The Fried Chicken Stereotype

The Fried Chicken Stereotype

Originally written for Sum Weekly on 28/01/21

Imagine if I were to ask you to compare any dish from your ancestral homeland, to a similar dish from a nearby region, country, or even city. I am sure that you would jump to say with utmost certainty that the food hailing from your region is superior. Is it because you have objectively compared the methods of preparation, seasoning, textures and aromas that have gone into each of the dishes? Of course not. We love the food that we do because at its core, the value of food isn’t within the physical preparation, but in the centuries of culture, struggle, and beauty that manifests itself within each dish.  

This thought is one of the inspirations behind my YouTube series: The Origin of Food. I believe that if we use food as a common ground point of discussion, we can achieve a far more effective and positive way of educating people about cultures. 

The fried chicken stereotype: a stereotype so common that we were all aware of it growing up. The stereotype that Black people, specifically African Americans, love eating fried chicken. On the surface, there doesn’t seem to be any negative connotations with this statement. However, we all know that it is generally said with a condescending and derogatory tone. So how did this stereotype come about? Furthermore, what if I told you that if you read into the history of fried chicken, you would actually come to see it as a remarkable symbol for resistance. 

Going back over excerpts from African American slave journals, we can gather a fair image of the type of diet they were fed by the slave owners. Most of the meat which they would have been given would be discarded from the main cuts that the owners would eat. Undesirable cuts such as entrails of pigs, neck and rear cuts of cattle etc. Chickens would be the best chance of having a decent cut of meat as they were the cheapest animals for the plantation owners to discard. Enslaved people that were given such a lowly ration would have to do a lot to it in order to make it both palatable, and highly calorific. This is where frying comes into it. By taking pieces of seasoned, breaded chicken and frying them in cauldrons of hot oil over fires, they were able to increase the value of this and aid their chances of survival. While this may seem like a strong form of survival on their plantation, it is important to remember that many cooking techniques which the enslaved Africans had learnt, was not from the US, but from their motherland. West Africans already had a tradition of frying meat in hot oil, cooking with yams and native greens etc.   

We can see through this that no matter how much of their identity the slave owners tried to strip away, the core elements of their culture could never be removed. Where they used yams in Africa, they found sweet potatoes in America, and collard greens became their newfound plant. The resilience of African Americans was so powerful that they created an entire cuisine off the back of the oppression which they faced.  

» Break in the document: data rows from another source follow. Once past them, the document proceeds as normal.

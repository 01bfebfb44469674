/* Pond geometry: prism formulas worked by hand, monotone table
 * interpolation, inverse lookups and table validation. */
#include <math.h>
#include <setjmp.h>
#include <stdarg.h>
#include <stddef.h>
#include <cmocka.h>

#include "hydro_near.h"

#include "hc_geometry.h"

static void prism_worked_by_hand(void **unused)
{
    (void)unused;
    /* 100 m x 100 m floor, dikes 2:1, h = 0.5 m. Worked by hand: the sides
     * move out 1 m each, so the surface is 102 m x 102 m = 10404 m2, and
     * V = 10000*0.5 + 0.5*2*400*0.25 + (4/3)*4*0.125 = 5100.6667 m3. */
    hc_prism p = {10000, 0, 2, 1.5};
    double v, a;
    assert_int_equal(hc_prism_at_level(&p, 0.5, &v, &a), HC_OK);
    assert_near(a, 10404.0, 1e-9);
    assert_near(v, 5100.0 + 2.0 / 3.0, 1e-9);
    /* A 200 m x 50 m floor (perimeter 500), vertical walls: V = A0 h. */
    hc_prism q = {10000, 500, 0, 1.0};
    assert_int_equal(hc_prism_at_level(&q, 0.8, &v, &a), HC_OK);
    assert_near(v, 8000.0, 1e-9);
    assert_near(a, 10000.0, 1e-9);
}

static void prism_inverse_round_trips(void **unused)
{
    (void)unused;
    hc_prism p = {2500, 0, 3, 2.0};
    for (double h = 0; h <= 2.0; h += 0.137) {
        double v, back;
        assert_int_equal(hc_prism_at_level(&p, h, &v, NULL), HC_OK);
        assert_int_equal(hc_prism_level_of_volume(&p, v, &back), HC_OK);
        assert_near(back, h, 1e-8);
    }
    double h;
    assert_int_equal(hc_prism_level_of_volume(&p, -1, &h), HC_ERR_DOMAIN);
    assert_int_equal(hc_prism_level_of_volume(&p, 1e9, &h), HC_ERR_DOMAIN);
}

static void prism_rejects_bad_shapes(void **unused)
{
    (void)unused;
    hc_prism neg = {1000, 0, -1, 1};
    assert_int_equal(hc_prism_check(&neg), HC_ERR_NEGATIVE);
    hc_prism zero = {0, 0, 1, 1};
    assert_int_equal(hc_prism_check(&zero), HC_ERR_ARGUMENT);
    hc_prism nan_area = {NAN, 0, 1, 1};
    assert_int_equal(hc_prism_check(&nan_area), HC_ERR_NOT_FINITE);
    /* A 100 m2 rectangle cannot have a perimeter under 40 m. */
    hc_prism short_perimeter = {100, 30, 1, 1};
    assert_int_equal(hc_prism_check(&short_perimeter), HC_ERR_DOMAIN);
    double v;
    hc_prism ok = {100, 0, 1, 1};
    assert_int_equal(hc_prism_at_level(&ok, 1.2, &v, NULL), HC_ERR_DOMAIN);
    assert_int_equal(hc_prism_at_level(&ok, -0.1, &v, NULL), HC_ERR_DOMAIN);
}

static void linear_table_is_exact(void **unused)
{
    (void)unused;
    /* V = 1000 h: equal secants, so the monotone slopes equal them and the
     * Hermite cubic reduces to the straight line (worked by hand). */
    const double lv[] = {0, 0.5, 1.0, 1.5}, vv[] = {0, 500, 1000, 1500};
    hc_stage_table t = {4, lv, vv, NULL};
    assert_int_equal(hc_stage_table_check(&t, NULL), HC_OK);
    double v, a;
    assert_int_equal(hc_stage_table_at_level(&t, 0.73, &v, &a), HC_OK);
    assert_near(v, 730.0, 1e-9);
    assert_near(a, 1000.0, 1e-9);
}

static void table_follows_sampled_prism(void **unused)
{
    (void)unused;
    /* A table sampled every 0.1 m from a sloped pond reproduces the pond's
     * formula between the rows (reference: the prism formula above). */
    hc_prism p = {40000, 0, 2, 1.25};
    double lv[13], vv[13], av[13];
    for (int i = 0; i < 13; i++) {
        lv[i] = 0.1 * i;
        hc_prism_at_level(&p, lv[i], &vv[i], &av[i]);
    }
    hc_stage_table with_area = {13, lv, vv, av}, without = {13, lv, vv, NULL};
    assert_int_equal(hc_stage_table_check(&with_area, NULL), HC_OK);
    for (double h = 0.03; h < 1.2; h += 0.1) {
        double v_ref, a_ref, v, a;
        hc_prism_at_level(&p, h, &v_ref, &a_ref);
        assert_int_equal(hc_stage_table_at_level(&with_area, h, &v, &a), HC_OK);
        assert_true(fabs(v - v_ref) / v_ref < 1e-5);
        assert_true(fabs(a - a_ref) / a_ref < 1e-5);
        assert_int_equal(hc_stage_table_at_level(&without, h, NULL, &a), HC_OK);
        assert_true(fabs(a - a_ref) / a_ref < 1e-5);
        double back;
        assert_int_equal(hc_stage_table_level_of_volume(&with_area, v, &back), HC_OK);
        assert_near(back, h, 1e-8);
    }
}

static void monotone_table_never_overshoots(void **unused)
{
    (void)unused;
    /* A survey with a flat shelf: a plain cubic spline would dip or bulge;
     * Fritsch-Carlson slopes keep V within each interval's end values. */
    const double lv[] = {0, 0.1, 0.2, 0.3, 0.4, 0.5};
    const double vv[] = {0, 10, 10.001, 10.002, 500, 510};
    hc_stage_table t = {6, lv, vv, NULL};
    assert_int_equal(hc_stage_table_check(&t, NULL), HC_OK);
    double prev = -1;
    for (int i = 0; i <= 500; i++) {
        double h = 0.001 * i, v;
        assert_int_equal(hc_stage_table_at_level(&t, h, &v, NULL), HC_OK);
        size_t k = i == 500 ? 4 : (size_t)(i / 100);
        assert_true(v >= vv[k] - 1e-9 && v <= vv[k + 1] + 1e-9);
        assert_true(v >= prev - 1e-12);
        prev = v;
    }
}

static void bad_tables_name_the_row(void **unused)
{
    (void)unused;
    size_t row = 99;
    const double lv[] = {0, 0.5, 0.4, 1.0}, vv[] = {0, 5, 6, 10};
    hc_stage_table t = {4, lv, vv, NULL};
    assert_int_equal(hc_stage_table_check(&t, &row), HC_ERR_ARGUMENT);
    assert_int_equal(row, 2);
    const double lv2[] = {0, 0.5, 1.0}, vv2[] = {0, 5, 4};
    hc_stage_table t2 = {3, lv2, vv2, NULL};
    assert_int_equal(hc_stage_table_check(&t2, &row), HC_ERR_ARGUMENT);
    assert_int_equal(row, 2);
    const double vv3[] = {0, NAN, 8};
    hc_stage_table t3 = {3, lv2, vv3, NULL};
    assert_int_equal(hc_stage_table_check(&t3, &row), HC_ERR_NOT_FINITE);
    assert_int_equal(row, 1);
    const double av[] = {10, -1, 12}, vv4[] = {0, 5, 10};
    hc_stage_table t4 = {3, lv2, vv4, av};
    assert_int_equal(hc_stage_table_check(&t4, &row), HC_ERR_NEGATIVE);
    assert_int_equal(row, 1);
    hc_stage_table one = {1, lv2, vv4, NULL};
    assert_int_equal(hc_stage_table_check(&one, &row), HC_ERR_ARGUMENT);
    hc_stage_table ok = {3, lv2, vv4, NULL};
    double v;
    assert_int_equal(hc_stage_table_at_level(&ok, 1.01, &v, NULL), HC_ERR_DOMAIN);
    assert_int_equal(hc_stage_table_at_level(&ok, NAN, &v, NULL), HC_ERR_NOT_FINITE);
    assert_int_equal(hc_stage_table_level_of_volume(&ok, 11, &v), HC_ERR_DOMAIN);
}

static void shape_dispatches(void **unused)
{
    (void)unused;
    const double lv[] = {0, 1}, vv[] = {0, 300};
    hc_pond_shape table = {.is_table = 1, .table = {2, lv, vv, NULL}};
    hc_pond_shape prism = {.is_table = 0, .prism = {300, 0, 0, 1}};
    double v1, v2;
    assert_int_equal(hc_shape_at_level(&table, 0.4, &v1, NULL), HC_OK);
    assert_int_equal(hc_shape_at_level(&prism, 0.4, &v2, NULL), HC_OK);
    assert_near(v1, 120.0, 1e-9);
    assert_near(v2, 120.0, 1e-9);
    assert_near(hc_shape_max_level(&table), 1.0, 0);
    assert_near(hc_shape_max_level(&prism), 1.0, 0);
}

int main(void)
{
    const struct CMUnitTest tests[] = {
        cmocka_unit_test(prism_worked_by_hand),
        cmocka_unit_test(prism_inverse_round_trips),
        cmocka_unit_test(prism_rejects_bad_shapes),
        cmocka_unit_test(linear_table_is_exact),
        cmocka_unit_test(table_follows_sampled_prism),
        cmocka_unit_test(monotone_table_never_overshoots),
        cmocka_unit_test(bad_tables_name_the_row),
        cmocka_unit_test(shape_dispatches),
    };
    return cmocka_run_group_tests(tests, NULL, NULL);
}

Fast forward to the days of emancipation and African Americans were faced with the challenge of surviving in a country which still didn’t view them as free. While they may have been able to walk freely, they were restricted from certain rights such as owning cattle.

This meant that many entrepreneurs raised chickens on farms, selling their meat and also frying chicken as a means of business. In the face of oppression, the success grew within the African American community, something which was met with resistance from the right wing. There were many attempts to paint this narrative that African Americans had better lives as slaves, and as freed individuals were lazy and uncouth. 

In 1915, a film called ‘Birth of a Nation’ was released; a film which came from the minds of the KKK and which was pivotal in the creation of the fried chicken stereotype. There is a scene within it which features ‘The Negro party in control of the State House of Representatives’. Through this, the viewer sees an awful depiction of African Americans with their bare feet up over court room desks, eating greasy fried chicken with their bare hands, and behaving in an ‘uncivilised’ way. It is important to note that the average white American during this time had not owned slaves and were simply forming their understanding of Black people through the way in which they were being depicted by the elite class of the US. This film would go on to undermine the success of African Americans and create a vilifying caricature which would go on for over a century. A food which was so powerful and significant, completely flipped around to become a negative stereotype which bears significance even today. 

It is not enough for us to teach the next generation the simple lesson, ‘don’t be racist’, simply because it does not erase these latent stereotypes that exist within us all. Instead, we must look into the stories surrounding these misconceptions, and not just unlearn them, but to relearn the true history. 

The truth is that soul food is one of the greatest acts of defiance and resilience in the face of oppression. Where African Americans had no voice, no freedom, and no power; soul food existed as the steppingstone to freedom, with fried chicken at the forefront.